-- EXERCISE DETAILS --
Pull every line containing "first" from the entries.
==== PROVIDED DATA ====
// FuzzArmingState feeds arbitrary bytes as the saved state. Whatever the
// file holds: no panic, a usable *Arming, no camera disarmed past
// max_disarm from the start, and loading the file left behind gives the
// same state without another rewrite.
func FuzzArmingState(f *testing.F) {
	for _, s := range []string{
		`{"v":1,"overrides":{"north":{"armed":false,"until":"2026-12-02T23:00:00Z","by":"http:alice"}}}`,
		`{"v":1,"overrides":{"north":{"armed":false,"until":"9999-12-31T00:00:00Z"}}}`,
		`{"v":1,"overrides":{"south":{"armed":true,"until":"9999-12-31T00:00:00Z"}},"fail_safe":["north"]}`,
		`{"v":1,"overrides":{"north":null,"south":{"armed":false}}}`,
		`{"v":2}`,
		`{not json`,
		``,
	} {
		f.Add([]byte(s))
	}
	now := utc(2026, 12, 2, 22, 0)
	const max = 6 * time.Hour
	cams := []string{"north", "south"}
	f.Fuzz(func(t *testing.T, data []byte) {
		path := filepath.Join(t.TempDir(), "arming.json")
		require.NoError(t, os.WriteFile(path, data, 0o600))
		cfg := Config{Cameras: cams, StatePath: path, MaxDisarm: max}
		a, err := New(cfg, now)
		if err != nil {
			require.ErrorIs(t, err, ErrStateUnreadable)
		}
		require.NotNil(t, a)
		for _, id := range cams {
			armed, reason := a.Armed(id, now.Add(max+time.Second))
			require.True(t, armed, "%s disarmed past max_disarm: %s", id, reason)
		}
		first := a.Status(now)
		nAside := len(asideFiles(t, path))
		b, err := New(cfg, now)
		require.NoError(t, err, "the file left behind must load cleanly")
		assert.Equal(t, first, b.Status(now))
		assert.Len(t, asideFiles(t, path), nAside, "a clean file is not moved aside")
	})
}

// Shortening max_disarm on a reload cuts a running disarm to the new bound.
func TestArmingSetMaxDisarmCutsRunningDisarm(t *testing.T) {
	now := utc(2026, 12, 2, 22, 0)
	path := filepath.Join(t.TempDir(), "arming.json")
	a, err := New(Config{Cameras: []string{"north", "south"}, StatePath: path, MaxDisarm: 24 * time.Hour}, now)
	require.NoError(t, err)
	require.NoError(t, a.DisarmUntil("north", now.Add(20*time.Hour), "http:owner", now))
	require.NoError(t, a.DisarmUntil("south", now.Add(time.Hour), "http:owner", now))
	cut, err := a.SetMaxDisarm(2*time.Hour, now.Add(time.Minute))
	require.NoError(t, err)
	assert.Equal(t, []string{"north"}, cut)
	armed, _ := a.Armed("north", now.Add(2*time.Hour+2*time.Minute))
	assert.True(t, armed)
	armed, _ = a.Armed("south", now.Add(30*time.Minute))
	assert.False(t, armed, "a disarm inside the new bound is left alone")
	require.Error(t, a.DisarmUntil("south", now.Add(3*time.Hour), "x", now))
	b, err := New(Config{Cameras: []string{"north", "south"}, StatePath: path, MaxDisarm: 2 * time.Hour}, now.Add(time.Minute))
	require.NoError(t, err)
	armed, _ = b.Armed("north", now.Add(2*time.Hour+2*time.Minute))
	assert.True(t, armed, "the cut disarm was saved")
}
====
-- EXPECTED ANSWER --
		first := a.Status(now)
		assert.Equal(t, first, b.Status(now))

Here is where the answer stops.